# Activity
In the entries below, find the line containing "h, b, tf, r" and the line containing "const towards = (from: Corner, to: Corner, r: number)". Copy those two lines and everything between them exactly, and only that.

# Data provided
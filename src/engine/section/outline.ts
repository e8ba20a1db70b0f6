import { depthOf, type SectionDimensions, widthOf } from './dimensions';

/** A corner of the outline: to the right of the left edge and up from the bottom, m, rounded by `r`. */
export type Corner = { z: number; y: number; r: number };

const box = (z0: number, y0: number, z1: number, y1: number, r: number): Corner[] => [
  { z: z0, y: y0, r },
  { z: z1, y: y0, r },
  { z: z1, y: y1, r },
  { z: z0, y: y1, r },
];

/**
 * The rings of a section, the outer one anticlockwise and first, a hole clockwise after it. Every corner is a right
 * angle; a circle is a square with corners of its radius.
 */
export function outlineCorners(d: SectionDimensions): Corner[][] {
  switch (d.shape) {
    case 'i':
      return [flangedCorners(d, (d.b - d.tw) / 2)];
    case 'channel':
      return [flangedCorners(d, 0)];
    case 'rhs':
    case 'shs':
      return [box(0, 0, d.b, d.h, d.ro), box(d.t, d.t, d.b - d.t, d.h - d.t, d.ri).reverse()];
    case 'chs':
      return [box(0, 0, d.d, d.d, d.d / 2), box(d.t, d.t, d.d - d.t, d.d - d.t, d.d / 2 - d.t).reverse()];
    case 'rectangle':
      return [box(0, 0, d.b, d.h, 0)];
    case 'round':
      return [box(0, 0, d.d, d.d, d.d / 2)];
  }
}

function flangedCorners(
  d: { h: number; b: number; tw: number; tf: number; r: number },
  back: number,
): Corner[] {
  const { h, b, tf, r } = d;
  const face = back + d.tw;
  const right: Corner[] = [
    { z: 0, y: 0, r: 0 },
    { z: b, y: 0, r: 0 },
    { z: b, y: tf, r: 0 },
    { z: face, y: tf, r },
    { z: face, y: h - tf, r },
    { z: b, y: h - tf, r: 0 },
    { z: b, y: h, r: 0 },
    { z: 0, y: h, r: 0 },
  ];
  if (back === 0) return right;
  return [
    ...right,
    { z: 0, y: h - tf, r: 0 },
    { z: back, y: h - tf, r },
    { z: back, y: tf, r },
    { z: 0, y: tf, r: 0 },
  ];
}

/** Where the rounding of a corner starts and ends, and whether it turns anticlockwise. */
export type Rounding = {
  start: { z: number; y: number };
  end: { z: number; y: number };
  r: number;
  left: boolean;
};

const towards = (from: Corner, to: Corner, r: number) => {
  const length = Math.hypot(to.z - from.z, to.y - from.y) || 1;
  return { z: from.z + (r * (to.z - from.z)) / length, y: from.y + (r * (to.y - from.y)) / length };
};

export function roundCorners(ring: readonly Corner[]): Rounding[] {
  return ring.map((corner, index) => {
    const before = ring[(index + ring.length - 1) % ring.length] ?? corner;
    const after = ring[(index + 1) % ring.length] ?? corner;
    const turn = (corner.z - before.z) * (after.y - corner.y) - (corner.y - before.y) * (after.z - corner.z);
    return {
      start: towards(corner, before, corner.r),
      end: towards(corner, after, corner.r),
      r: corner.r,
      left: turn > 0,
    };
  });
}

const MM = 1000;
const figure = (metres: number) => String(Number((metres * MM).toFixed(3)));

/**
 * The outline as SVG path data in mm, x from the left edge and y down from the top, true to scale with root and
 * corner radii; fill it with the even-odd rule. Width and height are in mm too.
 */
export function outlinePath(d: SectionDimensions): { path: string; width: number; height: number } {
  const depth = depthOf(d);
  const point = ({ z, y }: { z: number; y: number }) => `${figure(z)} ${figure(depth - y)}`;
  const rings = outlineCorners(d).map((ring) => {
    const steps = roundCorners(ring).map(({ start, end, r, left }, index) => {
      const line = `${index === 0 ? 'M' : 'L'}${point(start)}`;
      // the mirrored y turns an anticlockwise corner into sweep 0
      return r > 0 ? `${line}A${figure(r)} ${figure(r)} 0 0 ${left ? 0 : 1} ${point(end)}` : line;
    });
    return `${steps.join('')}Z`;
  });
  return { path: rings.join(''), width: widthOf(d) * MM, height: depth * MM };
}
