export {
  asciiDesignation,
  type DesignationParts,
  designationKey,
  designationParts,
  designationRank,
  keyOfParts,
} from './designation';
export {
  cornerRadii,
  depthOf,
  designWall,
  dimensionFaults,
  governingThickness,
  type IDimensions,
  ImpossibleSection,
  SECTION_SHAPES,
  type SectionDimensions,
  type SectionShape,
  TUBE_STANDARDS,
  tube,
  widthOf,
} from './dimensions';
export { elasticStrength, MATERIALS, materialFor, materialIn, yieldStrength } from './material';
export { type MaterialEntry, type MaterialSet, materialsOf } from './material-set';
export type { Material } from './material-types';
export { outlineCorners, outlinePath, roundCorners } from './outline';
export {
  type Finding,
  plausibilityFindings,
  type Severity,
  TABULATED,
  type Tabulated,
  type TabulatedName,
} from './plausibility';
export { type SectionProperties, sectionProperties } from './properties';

==

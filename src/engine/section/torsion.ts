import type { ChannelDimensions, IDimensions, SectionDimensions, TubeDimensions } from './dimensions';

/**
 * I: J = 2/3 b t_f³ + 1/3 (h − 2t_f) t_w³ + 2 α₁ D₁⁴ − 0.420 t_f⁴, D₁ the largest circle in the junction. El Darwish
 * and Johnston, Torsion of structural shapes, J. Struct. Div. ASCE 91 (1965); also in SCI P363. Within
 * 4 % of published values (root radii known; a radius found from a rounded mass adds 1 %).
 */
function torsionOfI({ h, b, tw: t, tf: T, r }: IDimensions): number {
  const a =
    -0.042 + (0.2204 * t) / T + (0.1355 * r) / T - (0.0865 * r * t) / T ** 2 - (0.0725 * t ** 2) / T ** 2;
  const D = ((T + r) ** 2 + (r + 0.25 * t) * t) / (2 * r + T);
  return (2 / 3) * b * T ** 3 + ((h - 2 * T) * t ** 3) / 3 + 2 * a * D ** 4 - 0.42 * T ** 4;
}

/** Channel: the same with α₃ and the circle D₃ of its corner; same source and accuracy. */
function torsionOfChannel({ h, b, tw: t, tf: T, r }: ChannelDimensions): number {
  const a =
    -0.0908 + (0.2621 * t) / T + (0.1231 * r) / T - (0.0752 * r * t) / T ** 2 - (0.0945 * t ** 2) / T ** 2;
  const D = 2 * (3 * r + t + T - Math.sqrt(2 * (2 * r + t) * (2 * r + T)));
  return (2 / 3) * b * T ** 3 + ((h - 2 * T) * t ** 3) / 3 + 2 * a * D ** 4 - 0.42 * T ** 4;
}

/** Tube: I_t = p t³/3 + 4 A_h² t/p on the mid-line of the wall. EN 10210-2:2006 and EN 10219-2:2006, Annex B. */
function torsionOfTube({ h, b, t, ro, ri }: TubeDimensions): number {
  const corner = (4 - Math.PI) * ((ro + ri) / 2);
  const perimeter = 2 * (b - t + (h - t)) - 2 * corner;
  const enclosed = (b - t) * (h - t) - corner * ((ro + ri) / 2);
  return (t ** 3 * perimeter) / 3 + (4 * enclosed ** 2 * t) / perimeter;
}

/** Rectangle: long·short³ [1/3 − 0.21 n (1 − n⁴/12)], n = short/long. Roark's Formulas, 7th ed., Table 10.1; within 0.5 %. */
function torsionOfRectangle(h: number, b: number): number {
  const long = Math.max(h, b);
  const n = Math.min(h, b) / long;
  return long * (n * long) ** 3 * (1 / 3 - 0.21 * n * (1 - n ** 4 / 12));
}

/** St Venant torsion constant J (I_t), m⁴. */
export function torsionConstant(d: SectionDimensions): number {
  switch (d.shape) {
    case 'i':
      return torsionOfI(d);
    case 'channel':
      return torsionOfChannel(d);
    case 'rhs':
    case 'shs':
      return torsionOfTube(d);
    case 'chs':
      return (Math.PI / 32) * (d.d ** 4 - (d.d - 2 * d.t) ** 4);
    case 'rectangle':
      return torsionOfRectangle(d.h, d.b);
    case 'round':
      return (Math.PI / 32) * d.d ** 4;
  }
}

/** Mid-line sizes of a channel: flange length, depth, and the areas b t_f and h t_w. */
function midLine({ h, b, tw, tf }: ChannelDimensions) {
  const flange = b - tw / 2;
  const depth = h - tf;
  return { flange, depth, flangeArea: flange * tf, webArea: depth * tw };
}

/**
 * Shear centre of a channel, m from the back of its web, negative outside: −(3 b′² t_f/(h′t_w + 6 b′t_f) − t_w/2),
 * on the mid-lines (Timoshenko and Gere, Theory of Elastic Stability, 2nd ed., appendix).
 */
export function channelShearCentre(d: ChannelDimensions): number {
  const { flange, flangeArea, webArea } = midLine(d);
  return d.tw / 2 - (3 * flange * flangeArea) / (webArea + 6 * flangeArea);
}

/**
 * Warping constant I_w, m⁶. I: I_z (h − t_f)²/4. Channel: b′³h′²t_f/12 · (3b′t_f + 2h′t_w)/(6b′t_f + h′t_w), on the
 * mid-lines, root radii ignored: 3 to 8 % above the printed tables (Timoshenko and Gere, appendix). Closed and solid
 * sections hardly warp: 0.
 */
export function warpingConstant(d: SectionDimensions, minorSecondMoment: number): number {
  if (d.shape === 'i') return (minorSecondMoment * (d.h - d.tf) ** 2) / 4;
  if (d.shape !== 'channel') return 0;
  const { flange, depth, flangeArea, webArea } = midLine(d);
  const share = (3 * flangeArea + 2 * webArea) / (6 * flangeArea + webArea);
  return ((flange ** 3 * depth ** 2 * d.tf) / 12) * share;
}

# Your solution
  const { h, b, tf, r } = d;
  const face = back + d.tw;
  const right: Corner[] = [
    { z: 0, y: 0, r: 0 },
    { z: b, y: 0, r: 0 },
    { z: b, y: tf, r: 0 },
    { z: face, y: tf, r },
    { z: face, y: h - tf, r },
    { z: b, y: h - tf, r: 0 },
    { z: b, y: h, r: 0 },
    { z: 0, y: h, r: 0 },
  ];
  if (back === 0) return right;
  return [
    ...right,
    { z: 0, y: h - tf, r: 0 },
    { z: back, y: h - tf, r },
    { z: back, y: tf, r },
    { z: 0, y: tf, r: 0 },
  ];
}

/** Where the rounding of a corner starts and ends, and whether it turns anticlockwise. */
export type Rounding = {
  start: { z: number; y: number };
  end: { z: number; y: number };
  r: number;
  left: boolean;
};

const towards = (from: Corner, to: Corner, r: number) => {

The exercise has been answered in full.